### Task description
Your task is to print each entry exactly as written.

### Records for the task
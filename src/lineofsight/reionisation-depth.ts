/** Optical depth of reionisation, and the redshift that gives a depth. */
import { InputError } from "../numerics/check.ts";
import { gaussLegendre } from "../numerics/quadrature.ts";
import { findRoot } from "../numerics/roots.ts";
import type { IonisationHistory } from "../recombination/history.ts";
import type { RecombinationInputs } from "../recombination/inputs.ts";
import { reionisedElectrons } from "../recombination/reionisation.ts";
import { thomsonPerElectron } from "./optical-depth.ts";

const POINTS = 5;
const WIDEST = 0.03;
/** Highest redshift searched for a given depth. */
const Z_HIGHEST = 100;

/**
 * Optical depth of reionisation, int c sigma_T n_H x_re dt with the electrons of the tanh form alone (the residual of
 * recombination, about 2e-4 per atom, is not counted).
 * @param zRe redshift of half ionisation
 * @returns relative accuracy 1e-7
 */
export function reionisationDepth(history: IonisationHistory, zRe: number): number {
  const perElectron = thomsonPerElectron(history);
  const { fHe } = history.inputs;
  // At 12 above z_re the share is below 1e-12 for every z_re (the width in z is 0.5).
  const top = Math.log1p(zRe + 12);
  const { nodes, weights } = gaussLegendre(POINTS);
  const panels = Math.ceil(top / WIDEST);
  const half = top / panels / 2;
  let sum = 0;
  for (let i = 0; i < panels; i++)
    for (let k = 0; k < POINTS; k++) {
      const x = half * (2 * i + 1 + nodes[k]);
      sum += weights[k] * half * perElectron(x) * reionisedElectrons(Math.expm1(x), zRe, fHe);
    }
  return sum;
}

/**
 * Redshift of reionisation: as given, or the one whose tanh form has the optical depth asked for.
 * @returns undefined if there is none (tauReion = 0 included)
 * @throws {InputError} if no redshift from 0 to 100 gives that depth
 */
export function reionisationRedshift(inputs: RecombinationInputs, history: IonisationHistory): number | undefined {
  if (inputs.zReion !== undefined) return inputs.zReion;
  const tau = inputs.tauReion;
  if (tau === undefined || tau === 0) return undefined;
  const lowest = reionisationDepth(history, 0);
  const highest = reionisationDepth(history, Z_HIGHEST);
  if (tau < lowest || tau > highest)
    throw new InputError(
      "range",
      `tauReion = ${tau}: reionisation at z = 0 to ${Z_HIGHEST} has a depth of ${lowest.toPrecision(3)} to ${highest.toPrecision(3)} in this cosmology; ask for one in that range, or for 0`,
    );
  return findRoot((z) => reionisationDepth(history, z) - tau, 0, Z_HIGHEST, 1e-8);
}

### Answer
filename src/lineofsight/reionisation-depth.ts
/** Optical depth of reionisation, and the redshift that gives a depth. */
import { InputError } from "../numerics/check.ts";
import { gaussLegendre } from "../numerics/quadrature.ts";
import { findRoot } from "../numerics/roots.ts";
import type { IonisationHistory } from "../recombination/history.ts";
import type { RecombinationInputs } from "../recombination/inputs.ts";
import { reionisedElectrons } from "../recombination/reionisation.ts";
import { thomsonPerElectron } from "./optical-depth.ts";

const POINTS = 5;
const WIDEST = 0.03;
/** Highest redshift searched for a given depth. */
const Z_HIGHEST = 100;

/**
 * Optical depth of reionisation, int c sigma_T n_H x_re dt with the electrons of the tanh form alone (the residual of
 * recombination, about 2e-4 per atom, is not counted).
 * @param zRe redshift of half ionisation
 * @returns relative accuracy 1e-7
 */
export function reionisationDepth(history: IonisationHistory, zRe: number): number {
  const perElectron = thomsonPerElectron(history);
  const { fHe } = history.inputs;
  // At 12 above z_re the share is below 1e-12 for every z_re (the width in z is 0.5).
  const top = Math.log1p(zRe + 12);
  const { nodes, weights } = gaussLegendre(POINTS);
  const panels = Math.ceil(top / WIDEST);
  const half = top / panels / 2;
  let sum = 0;
  for (let i = 0; i < panels; i++)
    for (let k = 0; k < POINTS; k++) {
      const x = half * (2 * i + 1 + nodes[k]);
      sum += weights[k] * half * perElectron(x) * reionisedElectrons(Math.expm1(x), zRe, fHe);
    }
  return sum;
}

/**
 * Redshift of reionisation: as given, or the one whose tanh form has the optical depth asked for.
 * @returns undefined if there is none (tauReion = 0 included)
 * @throws {InputError} if no redshift from 0 to 100 gives that depth
 */
export function reionisationRedshift(inputs: RecombinationInputs, history: IonisationHistory): number | undefined {
  if (inputs.zReion !== undefined) return inputs.zReion;
  const tau = inputs.tauReion;
  if (tau === undefined || tau === 0) return undefined;
  const lowest = reionisationDepth(history, 0);
  const highest = reionisationDepth(history, Z_HIGHEST);
  if (tau < lowest || tau > highest)
    throw new InputError(
      "range",
      `tauReion = ${tau}: reionisation at z = 0 to ${Z_HIGHEST} has a depth of ${lowest.toPrecision(3)} to ${highest.toPrecision(3)} in this cosmology; ask for one in that range, or for 0`,
    );
  return findRoot((z) => reionisationDepth(history, z) - tau, 0, Z_HIGHEST, 1e-8);
}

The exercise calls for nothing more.